§ What is being asked: Each entry below is to be copied verbatim.

Segment Start: Record set

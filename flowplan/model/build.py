"""From plain data to a `Flow`: form errors in the words of the flow file, as many as there are."""

import types
from collections.abc import Sequence
from typing import Annotated, Any, Literal, Union, get_args, get_origin

from pydantic import BaseModel, ValidationError
from pydantic_core import ErrorDetails

from flowplan.errors import CODES, Diagnostic, Path, nearest
from flowplan.model.base import Described
from flowplan.model.flow import Flow
from flowplan.model.formwords import key_hint, type_hint, without_echoes

#: Longest list of findings that still helps a reader.
MOST_DIAGNOSTICS = 200

_WRONG_TYPE = {
    "string_type": "a text belongs here",
    "dict_type": "a mapping (key: value) belongs here",
    "model_type": "a mapping (key: value) belongs here",
    "model_attributes_type": "a mapping (key: value) belongs here",
    "tuple_type": "a list belongs here",
    "list_type": "a list belongs here",
}


def build(data: object) -> tuple[Flow | None, tuple[Diagnostic, ...]]:
    """Validate plain data as a flow.

    Parameters
    ----------
    data : object
        What a YAML or JSON reader returns.

    Returns
    -------
    flow : Flow or None
        The flow, when its form is right.
    diagnostics : tuple of Diagnostic
        Everything wrong with its form, each with the path to its place in `data`.
    """
    try:
        return Flow.model_validate(data), ()
    except ValidationError as error:
        found: dict[tuple[Path, str], Diagnostic] = {}
        for detail in error.errors(include_url=False, include_input=False):
            if len(found) == MOST_DIAGNOSTICS:
                break
            diagnostic = _translate(detail, data)
            found.setdefault((diagnostic.path, diagnostic.message), diagnostic)
        return None, without_echoes(tuple(found.values()))


def follow(data: object, path: Path) -> object:
    """Return what stands at a path of plain data, or None."""
    for step in path:
        if isinstance(data, dict):
            data = data.get(step)
        elif isinstance(data, list) and isinstance(step, int) and step < len(data):
            data = data[step]
        else:
            return None
    return data


def real_path(data: Any, loc: Sequence[str | int]) -> Path:
    """Reduce an error location to the steps that exist in the data.

    The model also knows forms that the file may leave out (the x of a single value) and names of
    union members; those steps have no place of their own in the file.
    """
    path: list[str | int] = []
    for step in loc:
        present: Any = data if isinstance(data, dict) else range(len(data)) if isinstance(data, list) else ()
        if step in present:
            data = data[step]
            path.append(step)
    return tuple(path)


def _translate(detail: ErrorDetails, data: object) -> Diagnostic:
    kind, loc = detail["type"], detail["loc"]
    path = real_path(data, loc)
    context = detail.get("ctx", {})
    if kind in CODES:
        value = follow(data, path)
        if isinstance(value, dict) and context["key"] in value:
            path = (*path, context["key"])
        return Diagnostic(kind, context["message"], context["hint"], path)
    if kind == "extra_forbidden":
        known = _fields_at(loc[:-1])
        hint = key_hint(str(loc[-1]), known, follow(data, path))
        return Diagnostic("FP201", f"unknown key {loc[-1]!r}", hint, path)
    if kind == "missing" and isinstance(loc[-1], int):
        return Diagnostic("FP205", "too few entries", _ENTRIES_HINT, path)
    if kind == "missing":
        return Diagnostic("FP202", f"{loc[-1]!r} is missing", f"add `{loc[-1]}: …`", path)
    if kind == "literal_error":
        given = follow(data, path)
        choices = str(context["expected"]).replace("'", "").replace(" or ", ", ")
        hint = nearest(str(given), choices.split(", "))
        return Diagnostic("FP204", f"{given!r} is not one of {choices}", hint, path)
    if kind in ("too_short", "too_long", "string_too_short"):
        return Diagnostic("FP205", *_COUNT[kind], path)
    message = _WRONG_TYPE.get(kind, detail["msg"].lower())
    needed = [] if kind == "dict_type" else _fields_at(loc, needed=True)
    return Diagnostic("FP203", message, type_hint(kind, follow(data, path), needed), path)


_ENTRIES_HINT = "`between` names two layers"
_COUNT = {
    "too_short": ("too few entries", _ENTRIES_HINT),
    "too_long": ("too many entries", _ENTRIES_HINT),
    "string_too_short": ("an empty text", "write a name"),
}


def _fields_at(loc: Sequence[str | int], *, needed: bool = False) -> list[str]:
    """Return the keys that the model knows, or needs, at an error location."""
    current: Any = Flow
    for step in loc:
        current = _descend(current, step)
    members = [m for m in _members(current) if isinstance(m, type) and issubclass(m, BaseModel)]
    names = dict.fromkeys(name for model in members for name in model.model_fields)
    if needed:
        return [name for name in names if all(_needs(model, name) for model in members)]
    return sorted(names, key=lambda name: name in Described.model_fields)


def _needs(model: type[BaseModel], name: str) -> bool:
    field = model.model_fields.get(name)
    return field is not None and field.is_required()


def _descend(annotation: Any, step: str | int) -> Any:
    for member in _members(annotation):
        origin, args = get_origin(member), get_args(member)
        if origin in (tuple, list) and isinstance(step, int):
            return args[0]
        if origin is dict:
            return args[1]
        if isinstance(member, type) and issubclass(member, BaseModel):
            field = member.model_fields.get(str(step))
            if field is not None:
                return field.annotation
            rule = member.model_fields.get("rule")
            if rule is not None and step in get_args(rule.annotation):
                return member
    return annotation


def _members(annotation: Any) -> list[Any]:
    """Unfold Annotated and unions into their members."""
    origin = get_origin(annotation)
    if origin is Annotated:
        return _members(get_args(annotation)[0])
    if origin in (Union, types.UnionType):
        return [m for part in get_args(annotation) for m in _members(part)]
    return [] if annotation is type(None) or origin is Literal else [annotation]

Segment End: Record set

§ Expected answer:
filename flowplan/model/build.py
"""From plain data to a `Flow`: form errors in the words of the flow file, as many as there are."""

import types
from collections.abc import Sequence
from typing import Annotated, Any, Literal, Union, get_args, get_origin

from pydantic import BaseModel, ValidationError
from pydantic_core import ErrorDetails

from flowplan.errors import CODES, Diagnostic, Path, nearest
from flowplan.model.base import Described
from flowplan.model.flow import Flow
from flowplan.model.formwords import key_hint, type_hint, without_echoes

#: Longest list of findings that still helps a reader.
MOST_DIAGNOSTICS = 200

_WRONG_TYPE = {
    "string_type": "a text belongs here",
    "dict_type": "a mapping (key: value) belongs here",
    "model_type": "a mapping (key: value) belongs here",
    "model_attributes_type": "a mapping (key: value) belongs here",
    "tuple_type": "a list belongs here",
    "list_type": "a list belongs here",
}


def build(data: object) -> tuple[Flow | None, tuple[Diagnostic, ...]]:
    """Validate plain data as a flow.

    Parameters
    ----------
    data : object
        What a YAML or JSON reader returns.

    Returns
    -------
    flow : Flow or None
        The flow, when its form is right.
    diagnostics : tuple of Diagnostic
        Everything wrong with its form, each with the path to its place in `data`.
    """
    try:
        return Flow.model_validate(data), ()
    except ValidationError as error:
        found: dict[tuple[Path, str], Diagnostic] = {}
        for detail in error.errors(include_url=False, include_input=False):
            if len(found) == MOST_DIAGNOSTICS:
                break
            diagnostic = _translate(detail, data)
            found.setdefault((diagnostic.path, diagnostic.message), diagnostic)
        return None, without_echoes(tuple(found.values()))


def follow(data: object, path: Path) -> object:
    """Return what stands at a path of plain data, or None."""
    for step in path:
        if isinstance(data, dict):
            data = data.get(step)
        elif isinstance(data, list) and isinstance(step, int) and step < len(data):
            data = data[step]
        else:
            return None
    return data


def real_path(data: Any, loc: Sequence[str | int]) -> Path:
    """Reduce an error location to the steps that exist in the data.

    The model also knows forms that the file may leave out (the x of a single value) and names of
    union members; those steps have no place of their own in the file.
    """
    path: list[str | int] = []
    for step in loc:
        present: Any = data if isinstance(data, dict) else range(len(data)) if isinstance(data, list) else ()
        if step in present:
            data = data[step]
            path.append(step)
    return tuple(path)


def _translate(detail: ErrorDetails, data: object) -> Diagnostic:
    kind, loc = detail["type"], detail["loc"]
    path = real_path(data, loc)
    context = detail.get("ctx", {})
    if kind in CODES:
        value = follow(data, path)
        if isinstance(value, dict) and context["key"] in value:
            path = (*path, context["key"])
        return Diagnostic(kind, context["message"], context["hint"], path)
    if kind == "extra_forbidden":
        known = _fields_at(loc[:-1])
        hint = key_hint(str(loc[-1]), known, follow(data, path))
        return Diagnostic("FP201", f"unknown key {loc[-1]!r}", hint, path)
    if kind == "missing" and isinstance(loc[-1], int):
        return Diagnostic("FP205", "too few entries", _ENTRIES_HINT, path)
    if kind == "missing":
        return Diagnostic("FP202", f"{loc[-1]!r} is missing", f"add `{loc[-1]}: …`", path)
    if kind == "literal_error":
        given = follow(data, path)
        choices = str(context["expected"]).replace("'", "").replace(" or ", ", ")
        hint = nearest(str(given), choices.split(", "))
        return Diagnostic("FP204", f"{given!r} is not one of {choices}", hint, path)
    if kind in ("too_short", "too_long", "string_too_short"):
        return Diagnostic("FP205", *_COUNT[kind], path)
    message = _WRONG_TYPE.get(kind, detail["msg"].lower())
    needed = [] if kind == "dict_type" else _fields_at(loc, needed=True)
    return Diagnostic("FP203", message, type_hint(kind, follow(data, path), needed), path)


_ENTRIES_HINT = "`between` names two layers"
_COUNT = {
    "too_short": ("too few entries", _ENTRIES_HINT),
    "too_long": ("too many entries", _ENTRIES_HINT),
    "string_too_short": ("an empty text", "write a name"),
}


def _fields_at(loc: Sequence[str | int], *, needed: bool = False) -> list[str]:
    """Return the keys that the model knows, or needs, at an error location."""
    current: Any = Flow
    for step in loc:
        current = _descend(current, step)
    members = [m for m in _members(current) if isinstance(m, type) and issubclass(m, BaseModel)]
    names = dict.fromkeys(name for model in members for name in model.model_fields)
    if needed:
        return [name for name in names if all(_needs(model, name) for model in members)]
    return sorted(names, key=lambda name: name in Described.model_fields)


def _needs(model: type[BaseModel], name: str) -> bool:
    field = model.model_fields.get(name)
    return field is not None and field.is_required()


def _descend(annotation: Any, step: str | int) -> Any:
    for member in _members(annotation):
        origin, args = get_origin(member), get_args(member)
        if origin in (tuple, list) and isinstance(step, int):
            return args[0]
        if origin is dict:
            return args[1]
        if isinstance(member, type) and issubclass(member, BaseModel):
            field = member.model_fields.get(str(step))
            if field is not None:
                return field.annotation
            rule = member.model_fields.get("rule")
            if rule is not None and step in get_args(rule.annotation):
                return member
    return annotation


def _members(annotation: Any) -> list[Any]:
    """Unfold Annotated and unions into their members."""
    origin = get_origin(annotation)
    if origin is Annotated:
        return _members(get_args(annotation)[0])
    if origin in (Union, types.UnionType):
        return [m for part in get_args(annotation) for m in _members(part)]
    return [] if annotation is type(None) or origin is Literal else [annotation]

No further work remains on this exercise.